** WHAT TO WORK ON **
If a line of the data below holds the string "searchsorted", copy it.

Records from a data source

━━━━━━

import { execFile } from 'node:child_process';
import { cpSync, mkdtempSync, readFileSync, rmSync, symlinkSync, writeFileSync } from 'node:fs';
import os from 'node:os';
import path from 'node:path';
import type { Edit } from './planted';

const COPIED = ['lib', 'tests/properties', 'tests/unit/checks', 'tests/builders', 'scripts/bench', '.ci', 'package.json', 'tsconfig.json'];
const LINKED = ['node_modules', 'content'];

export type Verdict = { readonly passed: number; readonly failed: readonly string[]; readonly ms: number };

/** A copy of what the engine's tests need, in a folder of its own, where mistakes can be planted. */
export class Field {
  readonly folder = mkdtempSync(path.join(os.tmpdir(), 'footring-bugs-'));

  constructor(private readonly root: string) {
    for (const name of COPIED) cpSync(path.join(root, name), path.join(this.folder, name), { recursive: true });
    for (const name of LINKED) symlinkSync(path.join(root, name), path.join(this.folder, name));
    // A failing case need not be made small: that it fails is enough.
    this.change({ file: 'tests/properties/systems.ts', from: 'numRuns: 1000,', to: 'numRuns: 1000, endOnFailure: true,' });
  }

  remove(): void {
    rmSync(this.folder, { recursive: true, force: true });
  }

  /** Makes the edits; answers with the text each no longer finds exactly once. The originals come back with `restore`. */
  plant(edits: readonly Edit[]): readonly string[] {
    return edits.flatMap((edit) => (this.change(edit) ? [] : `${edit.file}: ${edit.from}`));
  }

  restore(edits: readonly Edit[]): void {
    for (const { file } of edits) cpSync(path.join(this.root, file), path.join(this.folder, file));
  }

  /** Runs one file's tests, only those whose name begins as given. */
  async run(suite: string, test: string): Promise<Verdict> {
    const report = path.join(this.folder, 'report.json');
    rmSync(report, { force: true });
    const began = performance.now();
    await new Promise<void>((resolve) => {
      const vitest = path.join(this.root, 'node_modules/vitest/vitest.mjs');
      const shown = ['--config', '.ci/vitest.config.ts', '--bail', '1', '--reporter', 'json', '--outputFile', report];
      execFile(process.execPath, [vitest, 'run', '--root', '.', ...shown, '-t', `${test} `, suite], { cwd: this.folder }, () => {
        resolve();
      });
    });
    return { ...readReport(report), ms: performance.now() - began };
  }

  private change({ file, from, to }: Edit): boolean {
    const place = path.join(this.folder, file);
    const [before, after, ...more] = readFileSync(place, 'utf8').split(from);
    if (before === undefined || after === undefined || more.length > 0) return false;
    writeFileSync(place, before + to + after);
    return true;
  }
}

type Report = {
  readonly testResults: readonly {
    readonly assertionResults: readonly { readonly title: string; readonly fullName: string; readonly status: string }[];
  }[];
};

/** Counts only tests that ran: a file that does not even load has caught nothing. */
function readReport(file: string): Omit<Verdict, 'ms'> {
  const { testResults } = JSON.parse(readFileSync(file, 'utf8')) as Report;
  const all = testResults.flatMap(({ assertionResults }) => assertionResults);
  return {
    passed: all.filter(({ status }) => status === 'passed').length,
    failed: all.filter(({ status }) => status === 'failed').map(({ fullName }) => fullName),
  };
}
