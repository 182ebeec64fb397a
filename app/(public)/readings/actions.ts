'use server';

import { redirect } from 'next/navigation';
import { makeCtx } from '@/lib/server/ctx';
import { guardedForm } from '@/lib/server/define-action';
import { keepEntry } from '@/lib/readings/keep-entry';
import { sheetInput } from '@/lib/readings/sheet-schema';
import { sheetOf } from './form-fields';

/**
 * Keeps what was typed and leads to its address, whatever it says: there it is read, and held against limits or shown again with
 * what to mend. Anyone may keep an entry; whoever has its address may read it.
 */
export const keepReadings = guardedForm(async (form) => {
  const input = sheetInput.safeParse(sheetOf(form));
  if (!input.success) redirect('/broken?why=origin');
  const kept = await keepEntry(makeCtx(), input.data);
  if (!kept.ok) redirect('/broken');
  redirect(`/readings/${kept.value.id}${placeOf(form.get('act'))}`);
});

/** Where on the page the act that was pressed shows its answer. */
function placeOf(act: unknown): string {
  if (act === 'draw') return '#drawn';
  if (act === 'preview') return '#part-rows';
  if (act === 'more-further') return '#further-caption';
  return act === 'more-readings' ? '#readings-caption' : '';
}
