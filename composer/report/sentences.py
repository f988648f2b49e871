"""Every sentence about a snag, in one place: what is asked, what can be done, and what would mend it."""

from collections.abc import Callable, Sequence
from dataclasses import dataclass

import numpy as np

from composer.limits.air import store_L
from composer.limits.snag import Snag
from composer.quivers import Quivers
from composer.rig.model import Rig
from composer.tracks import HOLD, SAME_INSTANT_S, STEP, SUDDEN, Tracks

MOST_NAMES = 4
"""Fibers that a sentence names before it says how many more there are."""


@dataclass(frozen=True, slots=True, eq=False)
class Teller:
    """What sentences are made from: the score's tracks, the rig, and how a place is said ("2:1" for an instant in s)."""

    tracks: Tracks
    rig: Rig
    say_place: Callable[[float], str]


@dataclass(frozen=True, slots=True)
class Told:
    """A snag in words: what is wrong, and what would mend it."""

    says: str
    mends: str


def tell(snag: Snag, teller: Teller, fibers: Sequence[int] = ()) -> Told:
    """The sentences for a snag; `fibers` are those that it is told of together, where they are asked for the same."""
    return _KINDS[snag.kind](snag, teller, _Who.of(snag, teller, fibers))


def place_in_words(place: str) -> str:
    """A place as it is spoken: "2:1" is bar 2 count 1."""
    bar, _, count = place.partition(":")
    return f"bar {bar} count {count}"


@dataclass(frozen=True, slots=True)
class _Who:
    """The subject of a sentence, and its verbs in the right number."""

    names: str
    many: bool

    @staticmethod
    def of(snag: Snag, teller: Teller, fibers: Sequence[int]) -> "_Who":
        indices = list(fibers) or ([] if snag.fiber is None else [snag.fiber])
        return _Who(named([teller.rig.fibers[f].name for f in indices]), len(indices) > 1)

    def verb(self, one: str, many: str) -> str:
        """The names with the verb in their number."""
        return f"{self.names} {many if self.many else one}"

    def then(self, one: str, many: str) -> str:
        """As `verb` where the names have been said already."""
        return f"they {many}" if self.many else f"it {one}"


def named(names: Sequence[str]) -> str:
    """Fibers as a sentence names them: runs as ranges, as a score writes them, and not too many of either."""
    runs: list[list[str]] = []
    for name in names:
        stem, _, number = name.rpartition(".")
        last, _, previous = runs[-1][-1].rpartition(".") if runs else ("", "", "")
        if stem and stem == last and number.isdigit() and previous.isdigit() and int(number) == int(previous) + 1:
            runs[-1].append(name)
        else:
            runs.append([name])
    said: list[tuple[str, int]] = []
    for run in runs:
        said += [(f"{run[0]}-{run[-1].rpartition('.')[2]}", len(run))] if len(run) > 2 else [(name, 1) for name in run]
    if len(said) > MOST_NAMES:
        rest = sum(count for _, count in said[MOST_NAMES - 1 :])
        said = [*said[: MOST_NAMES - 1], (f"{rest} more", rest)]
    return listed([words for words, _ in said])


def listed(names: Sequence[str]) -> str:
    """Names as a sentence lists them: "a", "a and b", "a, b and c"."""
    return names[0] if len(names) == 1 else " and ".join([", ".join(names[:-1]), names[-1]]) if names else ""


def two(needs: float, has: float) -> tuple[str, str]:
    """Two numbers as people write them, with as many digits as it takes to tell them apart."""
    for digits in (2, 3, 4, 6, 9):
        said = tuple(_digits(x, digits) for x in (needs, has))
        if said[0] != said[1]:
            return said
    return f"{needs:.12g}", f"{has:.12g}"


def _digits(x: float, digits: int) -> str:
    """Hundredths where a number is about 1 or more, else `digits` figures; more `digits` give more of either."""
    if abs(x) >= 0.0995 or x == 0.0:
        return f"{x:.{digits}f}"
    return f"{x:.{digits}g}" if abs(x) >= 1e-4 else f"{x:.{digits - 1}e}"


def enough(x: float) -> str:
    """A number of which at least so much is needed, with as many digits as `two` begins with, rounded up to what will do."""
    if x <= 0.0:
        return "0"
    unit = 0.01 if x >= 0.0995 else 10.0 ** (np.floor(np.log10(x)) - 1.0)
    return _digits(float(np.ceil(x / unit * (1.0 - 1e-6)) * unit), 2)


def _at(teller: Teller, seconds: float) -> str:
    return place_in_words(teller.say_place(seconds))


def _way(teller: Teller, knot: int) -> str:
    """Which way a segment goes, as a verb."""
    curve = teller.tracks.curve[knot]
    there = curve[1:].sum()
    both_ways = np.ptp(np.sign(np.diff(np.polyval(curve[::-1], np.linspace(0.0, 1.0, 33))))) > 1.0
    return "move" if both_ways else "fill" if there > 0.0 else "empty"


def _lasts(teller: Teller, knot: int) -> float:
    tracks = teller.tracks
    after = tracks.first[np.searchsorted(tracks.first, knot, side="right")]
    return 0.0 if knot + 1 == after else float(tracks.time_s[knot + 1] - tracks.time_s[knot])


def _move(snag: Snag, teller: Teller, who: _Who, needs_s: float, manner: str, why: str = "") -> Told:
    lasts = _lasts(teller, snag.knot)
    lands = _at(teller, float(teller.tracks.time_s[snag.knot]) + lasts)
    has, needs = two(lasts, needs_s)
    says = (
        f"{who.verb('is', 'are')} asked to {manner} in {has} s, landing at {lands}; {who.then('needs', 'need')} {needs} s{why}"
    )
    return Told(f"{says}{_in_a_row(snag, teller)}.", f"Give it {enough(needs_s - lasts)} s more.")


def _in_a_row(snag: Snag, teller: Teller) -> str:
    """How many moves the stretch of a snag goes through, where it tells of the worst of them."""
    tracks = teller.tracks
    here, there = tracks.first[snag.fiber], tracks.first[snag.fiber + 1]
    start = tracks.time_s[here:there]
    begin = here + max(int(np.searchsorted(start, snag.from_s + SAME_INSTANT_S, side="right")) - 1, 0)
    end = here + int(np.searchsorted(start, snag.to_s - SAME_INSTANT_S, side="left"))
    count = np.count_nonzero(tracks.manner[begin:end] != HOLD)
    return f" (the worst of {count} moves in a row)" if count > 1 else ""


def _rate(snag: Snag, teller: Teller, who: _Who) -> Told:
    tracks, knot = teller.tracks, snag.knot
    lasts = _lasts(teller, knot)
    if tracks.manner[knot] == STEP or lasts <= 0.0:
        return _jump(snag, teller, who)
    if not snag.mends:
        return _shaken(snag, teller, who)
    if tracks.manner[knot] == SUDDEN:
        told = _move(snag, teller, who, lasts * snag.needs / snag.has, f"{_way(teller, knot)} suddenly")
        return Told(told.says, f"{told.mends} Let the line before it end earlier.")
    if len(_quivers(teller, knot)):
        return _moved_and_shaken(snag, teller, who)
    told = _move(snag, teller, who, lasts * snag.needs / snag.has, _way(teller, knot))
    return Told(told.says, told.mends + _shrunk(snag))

━━━━━━

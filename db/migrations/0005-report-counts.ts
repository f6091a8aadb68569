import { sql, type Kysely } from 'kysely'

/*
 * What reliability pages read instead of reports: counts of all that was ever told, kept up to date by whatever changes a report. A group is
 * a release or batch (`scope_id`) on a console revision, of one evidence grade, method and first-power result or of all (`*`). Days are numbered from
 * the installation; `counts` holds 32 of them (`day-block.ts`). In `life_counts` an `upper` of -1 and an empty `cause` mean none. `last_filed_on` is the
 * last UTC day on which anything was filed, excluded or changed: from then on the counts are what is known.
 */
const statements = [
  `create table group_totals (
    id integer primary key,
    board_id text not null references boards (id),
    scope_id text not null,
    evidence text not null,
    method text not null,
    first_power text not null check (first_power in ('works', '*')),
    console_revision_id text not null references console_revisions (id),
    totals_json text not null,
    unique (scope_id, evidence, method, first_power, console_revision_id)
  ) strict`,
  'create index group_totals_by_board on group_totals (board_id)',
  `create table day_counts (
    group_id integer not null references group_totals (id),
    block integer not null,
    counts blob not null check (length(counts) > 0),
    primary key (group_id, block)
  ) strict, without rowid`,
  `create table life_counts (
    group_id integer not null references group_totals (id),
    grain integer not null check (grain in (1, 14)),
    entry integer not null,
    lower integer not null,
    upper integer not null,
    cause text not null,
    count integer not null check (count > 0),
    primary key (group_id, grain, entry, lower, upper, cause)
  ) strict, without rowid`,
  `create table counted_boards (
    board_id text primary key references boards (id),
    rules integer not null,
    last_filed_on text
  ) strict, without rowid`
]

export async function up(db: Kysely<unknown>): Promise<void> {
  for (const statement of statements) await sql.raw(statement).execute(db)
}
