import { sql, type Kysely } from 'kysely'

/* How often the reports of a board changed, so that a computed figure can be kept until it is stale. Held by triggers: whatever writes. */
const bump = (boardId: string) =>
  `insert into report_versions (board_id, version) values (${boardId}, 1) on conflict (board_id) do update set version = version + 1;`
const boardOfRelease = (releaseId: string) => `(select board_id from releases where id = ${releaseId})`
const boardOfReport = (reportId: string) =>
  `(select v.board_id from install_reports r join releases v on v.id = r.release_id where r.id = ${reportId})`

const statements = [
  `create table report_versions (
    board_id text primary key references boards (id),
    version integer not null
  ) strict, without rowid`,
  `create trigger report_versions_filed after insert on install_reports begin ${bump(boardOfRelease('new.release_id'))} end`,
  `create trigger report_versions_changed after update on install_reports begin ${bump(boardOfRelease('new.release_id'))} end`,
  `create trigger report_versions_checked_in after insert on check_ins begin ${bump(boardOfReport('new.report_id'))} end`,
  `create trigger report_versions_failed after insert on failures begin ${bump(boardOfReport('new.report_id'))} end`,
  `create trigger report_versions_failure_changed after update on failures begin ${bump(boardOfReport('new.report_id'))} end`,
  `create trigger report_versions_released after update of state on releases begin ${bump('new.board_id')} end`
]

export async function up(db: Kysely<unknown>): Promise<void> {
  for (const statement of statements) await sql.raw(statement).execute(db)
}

━━━━━━

** RESULT OF THIS EXERCISE **
    after = tracks.first[np.searchsorted(tracks.first, knot, side="right")]
    begin = here + max(int(np.searchsorted(start, snag.from_s + SAME_INSTANT_S, side="right")) - 1, 0)
    end = here + int(np.searchsorted(start, snag.to_s - SAME_INSTANT_S, side="left"))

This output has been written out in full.